What is needed:
Of the entries below, return exactly those lines that fall between the one containing "return self.run(0.0, T, x, tr.s0, record=True), it, True" and the one containing "dx = np.linalg.solve(np.eye(n)", the two end lines included.

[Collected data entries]
class Engine:
    """Simulate and find the periodic steady state of ``net`` under ``source`` and
    ``automata`` (each with a discrete state; diodes are handled here)."""

    def __init__(self, net: Network, source: Source, automata: list[Automaton],
                 grid_per_cycle: int = 2048) -> None:
        self.net = net
        self.src = source
        self.automata = automata
        self.T1 = 1.0 / source.frequency_hz
        self.dt_grid = self.T1 / grid_per_cycle
        self._md: dict[tuple, _ModeData] = {}
        self.n_events = 0

    # ------------------------------------------------------------------ modes
    def key_of(self, disc: tuple) -> tuple:
        diodes, autos = disc
        sw = {}
        for a, s in zip(self.automata, autos):
            sw.update(a.switches(s))
        net = self.net
        key = tuple(diodes) + tuple(
            sw.get(net.elements[i].name, False if net.elements[i].kind == "S" else 0)
            for i in net.switches
        )
        return key, self._consts(disc)

    def _consts(self, disc) -> tuple:
        out = []
        for a, s in zip(self.automata, disc[1]):
            out.extend(a.constants(s))
        return tuple(out)

    def mode_data(self, disc: tuple) -> _ModeData:
        fullkey = self.key_of(disc)
        md = self._md.get(fullkey)
        if md is None:
            key, consts = fullkey
            ms = self.net.mode(key)
            A, B = ms.A, ms.B
            n = A.shape[0]
            lam, V = np.linalg.eig(A)
            if n and np.linalg.cond(V) > 1e9:  # (nearly) defective: nudge the eigenvalues apart
                lam, V = np.linalg.eig(A + np.diag(1e-9 * np.abs(np.diag(A)).max()
                                                   * np.arange(1, n + 1)))
            Vinv = np.linalg.inv(V)
            w = self.src.omega
            P = np.zeros((n, self.src.orders.size), dtype=complex)
            for k, (h, s) in enumerate(zip(self.src.orders, self.src.amplitudes)):
                P[:, k] = np.linalg.solve(1j * h * w * np.eye(n) - A, B[:, CH_SOURCE] * s)
            bc = B[:, CH_ONE] + B[:, CH_SOURCE] * self.src.dc_v
            for ch, val in consts:
                bc = bc + B[:, ch] * val
            p0 = -np.linalg.solve(A, bc) if n else np.zeros(0)
            md = _ModeData(key, A, B, ms.Q, lam, V, Vinv, P, p0, consts)
            self._md[fullkey] = md
        return md

    def u_at(self, t, nl_vals=None, consts=()) -> np.ndarray:
        t = np.atleast_1d(np.asarray(t, dtype=float))
        U = np.zeros((self.net.n_u, t.size))
        U[CH_SOURCE] = self.src(t)
        U[CH_ONE] = 1.0
        for ch, v in consts:
            U[ch] = v
        if nl_vals:
            for ch, v in nl_vals:
                U[ch] = v
        return U

    def xp(self, md: _ModeData, t) -> np.ndarray:
        t = np.atleast_1d(np.asarray(t, dtype=float))
        ph = np.exp(1j * self.src.omega * np.multiply.outer(self.src.orders, t))
        return np.real(md.P @ ph) + md.p0[:, None]

    def x_lin(self, md: _ModeData, t0: float, c: np.ndarray, t) -> np.ndarray:
        t = np.atleast_1d(np.asarray(t, dtype=float))
        hom = np.real(md.V @ (np.exp(np.multiply.outer(md.lam, t - t0)) * c[:, None]))
        return self.xp(md, t) + hom

    # ------------------------------------------------------------------ guards
    def guards(self, disc: tuple, md: _ModeData) -> list:
        net = self.net
        out = []
        diodes, autos = disc
        ms = net.mode(md.key)
        for j, k in enumerate(net.diodes):
            e = net.elements[k]
            if diodes[j]:
                out.append((-ms.Q[k], EPS_I_A, ("D", j)))
            else:
                out.append((ms.Q[net.n_e + k], e.v_on + EPS_V_V, ("D", j)))
        for ia, (a, s) in enumerate(zip(self.automata, autos)):
            for row, th, tag in a.guards(s, net, ms):
                out.append((row, th, ("A", ia, tag)))
        return out

    def _nl_list(self, disc):
        out = []
        for a, s in zip(self.automata, disc[1]):
            out.extend(a.nonlinear(s))
        return out

    def _value_fn(self, md, t, x, nl):
        z = np.concatenate([x, self.u_at(t, [(ch, f(x)) for ch, f, _ in nl], md.consts)[:, 0]])
        return lambda row: float((row(md) if callable(row) else row) @ z)

    def _fire(self, tag, disc, t, x, md, nl):
        diodes, autos = disc
        if tag[0] == "D":
            d = list(diodes)
            d[tag[1]] = not d[tag[1]]
            return (tuple(d), autos), x
        _, ia, atag = tag
        s_new, x_new = self.automata[ia].fire(atag, autos[ia], t, x,
                                              self._value_fn(md, t, x, nl))
        a2 = list(autos)
        a2[ia] = s_new
        return (diodes, tuple(a2)), x_new

    def settle(self, disc, t, x, events=None):
        """Fire every guard already violated at ``t`` until the discrete state is consistent."""
        for _ in range(64):
            md = self.mode_data(disc)
            nl = self._nl_list(disc)
            val = self._value_fn(md, t, x, nl)
            worst, wtag = 0.0, None
            for row, th, tag in self.guards(disc, md):
                g = val(row) - th
                if g > 0:
                    # diodes: the most violated first; automaton events before diodes
                    score = np.inf if tag[0] == "A" else g / (abs(th) + 1.0)
                    if score > worst:
                        worst, wtag = score, tag
            if wtag is None:
                return disc, x
            disc, x = self._fire(wtag, disc, t, x, md, nl)
            if events is not None:
                events.append((t, wtag))
        raise ConvergenceError(
            f"switching did not settle at t = {t * 1e3:.4f} ms (components chatter); "
            "tried 64 consistent-mode iterations"
        )

    # ------------------------------------------------------------------ one run
    def run(self, t_start: float, t_end: float, x0: np.ndarray, disc0: tuple,
            record: bool = False) -> Trajectory:
        t, x = t_start, np.array(x0, dtype=float)
        events: list = []
        disc, x = self.settle(disc0, t, x, events)
        s0 = disc
        n = x.size
        phi = np.eye(n)
        segs = []
        nonlinear = False
        guard_count = 0
        while t < t_end - 1e-15:
            md = self.mode_data(disc)
            nl = self._nl_list(disc)
            t_time, ttag, tia = np.inf, None, None
            for ia, (a, s) in enumerate(zip(self.automata, disc[1])):
                tt, tg = a.next_time(s, t)
                if tt < t_time:
                    t_time, ttag, tia = tt, tg, ia
            t_stop = min(t_end, t_time)
            gl = self.guards(disc, md)
            if nl:
                nonlinear = True
                t_hit, gtag, x_new, seg = self._advance_nl(md, disc, nl, t, x, t_stop, gl)
            else:
                t_hit, gtag, x_new, seg = self._advance_lin(md, disc, t, x, t_stop, gl)
                dt = (t_hit if gtag is not None else t_stop) - t
                phi = np.real(md.V @ (np.exp(md.lam * dt)[:, None] * md.Vinv)) @ phi
            if record:
                segs.append(seg)
            if gtag is not None:
                t, x = t_hit, x_new
                events.append((t, gtag))
                disc, x = self._fire(gtag, disc, t, x, md, nl)
                guard_count += 1
            else:
                t, x = t_stop, x_new
                if ttag is not None and t_time <= t_end + 1e-15 and t_stop == t_time:
                    events.append((t, ("T", tia, ttag)))
                    a2 = list(disc[1])
                    a2[tia], x = self.automata[tia].fire(
                        ttag, disc[1][tia], t, x, self._value_fn(md, t, x, nl))
                    disc = (disc[0], tuple(a2))
            disc, x = self.settle(disc, t, x, events)
            if guard_count > 4000:
                raise ConvergenceError(
                    "more than 4000 switching events in one period: the circuit chatters; "
                    "check the component values"
                )
        self.n_events += len(events)
        return Trajectory(np.array(x0, float), x, s0, disc, phi, segs, nonlinear, events)

    def _advance_lin(self, md, disc, t0, x0, t_stop, gl):
        c = md.Vinv @ (x0 - self.xp(md, t0)[:, 0])
        seg = _Segment(t0, t_stop, disc, md, x0, c=c)
        if gl and t_stop > t0:
            G = np.array([g[0] for g in gl])
            th = np.array([g[1] for g in gl])
            nx = self.net.n_x
            Gx, Gu = G[:, :nx], G[:, nx:]
            GV = Gx @ md.V
            GP = Gx @ md.P + np.outer(Gu[:, CH_SOURCE], self.src.amplitudes)
            g0 = Gx @ md.p0 + Gu[:, CH_ONE] + Gu[:, CH_SOURCE] * self.src.dc_v - th
            for ch, val in md.consts:
                g0 = g0 + Gu[:, ch] * val
            w = self.src.omega
            hs = self.src.orders

            def gval(ts):
                ts = np.atleast_1d(ts)
                hom = np.real(GV @ (np.exp(np.multiply.outer(md.lam, ts - t0)) * c[:, None]))
                part = np.real(GP @ np.exp(1j * w * np.multiply.outer(hs, ts)))
                return hom + part + g0[:, None]

            span = t_stop - t0
            nstep = max(int(np.ceil(span / self.dt_grid)), 1)
            chunk = 256
            prev_t, prev_g = t0, np.minimum(gval(t0)[:, 0], 0.0)
            k = 0
            while k < nstep:
                kk = np.arange(k + 1, min(k + chunk, nstep) + 1)
                ts = t0 + span * kk / nstep
                gv = gval(ts)
                allg = np.concatenate([prev_g[:, None], gv], axis=1)
                cross = (allg[:, 1:] > 0) & (allg[:, :-1] <= 0)
                if cross.any():
                    col = int(np.argmax(cross.any(axis=0)))
                    ta = prev_t if col == 0 else ts[col - 1]
                    tb = ts[col]
                    best, btag = tb, None
                    for i in np.flatnonzero(cross[:, col]):
                        def f(tt, i=i):
                            return float(gval(tt)[i, 0])
                        fa = f(ta)
                        tr = ta if fa > 0 else brentq(f, ta, tb, xtol=1e-13, rtol=1e-14)
                        # step just past the root so the event has truly happened
                        while f(tr) <= 0 and tr < tb:
                            tr = min(tb, tr + 1e-13 + 1e-15 * abs(tr))
                        if tr <= best:
                            best, btag = tr, gl[i][2]
                    x1 = self.x_lin(md, t0, c, best)[:, 0]
                    seg.t1 = best
                    return best, btag, x1, seg
                prev_t, prev_g = ts[-1], gv[:, -1]
                k = kk[-1]
        x1 = self.x_lin(md, t0, c, t_stop)[:, 0]
        return t_stop, None, x1, seg

    def _advance_nl(self, md, disc, nl, t0, x0, t_stop, gl):
        A, B = md.A, md.B
        nx = self.net.n_x

        def rhs(t, x):
            u = self.u_at(t, [(ch, f(x)) for ch, f, _ in nl], md.consts)[:, 0]
            return A @ x + B @ u

        def jac(t, x):
            J = A.copy()
            for ch, _, df in nl:
                J = J + np.outer(B[:, ch], df(x))
            return J

        evs = []
        for row, th, _tag in gl:
            def ev(t, x, row=row, th=th):
                u = self.u_at(t, [(ch, f(x)) for ch, f, _ in nl], md.consts)[:, 0]
                return float(row[:nx] @ x + row[nx:] @ u - th)
            ev.terminal = True
            ev.direction = 1
            evs.append(ev)
        sol = solve_ivp(rhs, (t0, t_stop), x0, method="Radau", jac=jac, events=evs or None,
                        rtol=1e-9, atol=1e-9, dense_output=True,
                        max_step=self.T1 / 64)
        if sol.status < 0:
            raise ConvergenceError(f"the ODE solver failed at t = {t0 * 1e3:.3f} ms: {sol.message}")
        seg = _Segment(t0, t_stop, disc, md, x0, sol=sol.sol, nl=nl)
        if sol.status == 1:
            hits = [(te[0], i) for i, te in enumerate(sol.t_events) if te.size]
            te, i = min(hits)
            seg.t1 = te
            xe = sol.y_events[i][0]
            return te, gl[i][2], xe, seg
        return t_stop, None, sol.y[:, -1], seg

    # ------------------------------------------------------------------ steady state
    def periodic(self, cycles: int, x0: np.ndarray, disc0: tuple, tol: float = 1e-9,
                 max_iter: int = 40) -> tuple[Trajectory, int, bool]:
        """Shooting over ``cycles`` mains periods. Returns (recorded trajectory, iterations,
        converged)."""
        T = cycles * self.T1
        x = np.array(x0, dtype=float)
        disc = disc0
        n = x.size
        last_r = np.inf
        for it in range(1, max_iter + 1):
            tr = self.run(0.0, T, x, disc)
            r = tr.xT - x
            scale = np.maximum(np.abs(tr.xT), np.abs(x)) + self._floor
            rn = float(np.max(np.abs(r) / scale)) if n else 0.0
            if rn < tol and tr.sT == tr.s0:
                return self.run(0.0, T, x, tr.s0, record=True), it, True
            if tr.nonlinear:
                J = np.zeros((n, n))
                for j in range(n):
                    d = 1e-6 * scale[j]
                    xd = x.copy()
                    xd[j] += d
                    trd = self.run(0.0, T, xd, tr.s0)
                    J[:, j] = (trd.xT - tr.xT) / d
                phi = J
            else:
                phi = tr.phi
            try:
                dx = np.linalg.solve(np.eye(n) - phi, r)
            except np.linalg.LinAlgError:
                dx = r
            if rn > last_r * 1.5 and it > 3:
                dx = 0.5 * dx  # damp when the switching sequence jumps between iterations
            last_r = min(rn, last_r)
            x = x + dx
            disc = tr.sT
        return self.run(0.0, T, x, disc, record=True), max_iter, False

    _floor = None  # per-state absolute scale, set by the caller

    def sample(self, tr: Trajectory, ts: np.ndarray, outputs: list[tuple[str, str]]):
        """Element currents ('i') or voltages ('v') at the times ``ts`` [A, V]."""
        net = self.net
        rows = [(net.index[name] if kind == "i" else net.n_e + net.index[name])
                for name, kind in outputs]
        Y = np.zeros((len(outputs), ts.size))
        X = np.zeros((net.n_x, ts.size))
        for k, sg in enumerate(tr.segments):
            last = k == len(tr.segments) - 1
            m = (ts >= sg.t0) & ((ts < sg.t1) | (last & (ts <= sg.t1 + 1e-12)))
            if not m.any():
                continue
            tt = ts[m]
            if sg.sol is None:
                xs = self.x_lin(sg.md, sg.t0, sg.c, tt)
                U = self.u_at(tt, None, sg.md.consts)
            else:
                xs = sg.sol(tt)
                U = self.u_at(tt, None, sg.md.consts)
                for ch, f, _ in sg.nl:
                    U[ch] = [f(xs[:, i]) for i in range(tt.size)]
            Z = np.vstack([xs, U])
            Y[:, m] = sg.md.Q[rows] @ Z
            X[:, m] = xs
        return Y, X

Result of the exercise:
                return self.run(0.0, T, x, tr.s0, record=True), it, True
            if tr.nonlinear:
                J = np.zeros((n, n))
                for j in range(n):
                    d = 1e-6 * scale[j]
                    xd = x.copy()
                    xd[j] += d
                    trd = self.run(0.0, T, xd, tr.s0)
                    J[:, j] = (trd.xT - tr.xT) / d
                phi = J
            else:
                phi = tr.phi
            try:
                dx = np.linalg.solve(np.eye(n) - phi, r)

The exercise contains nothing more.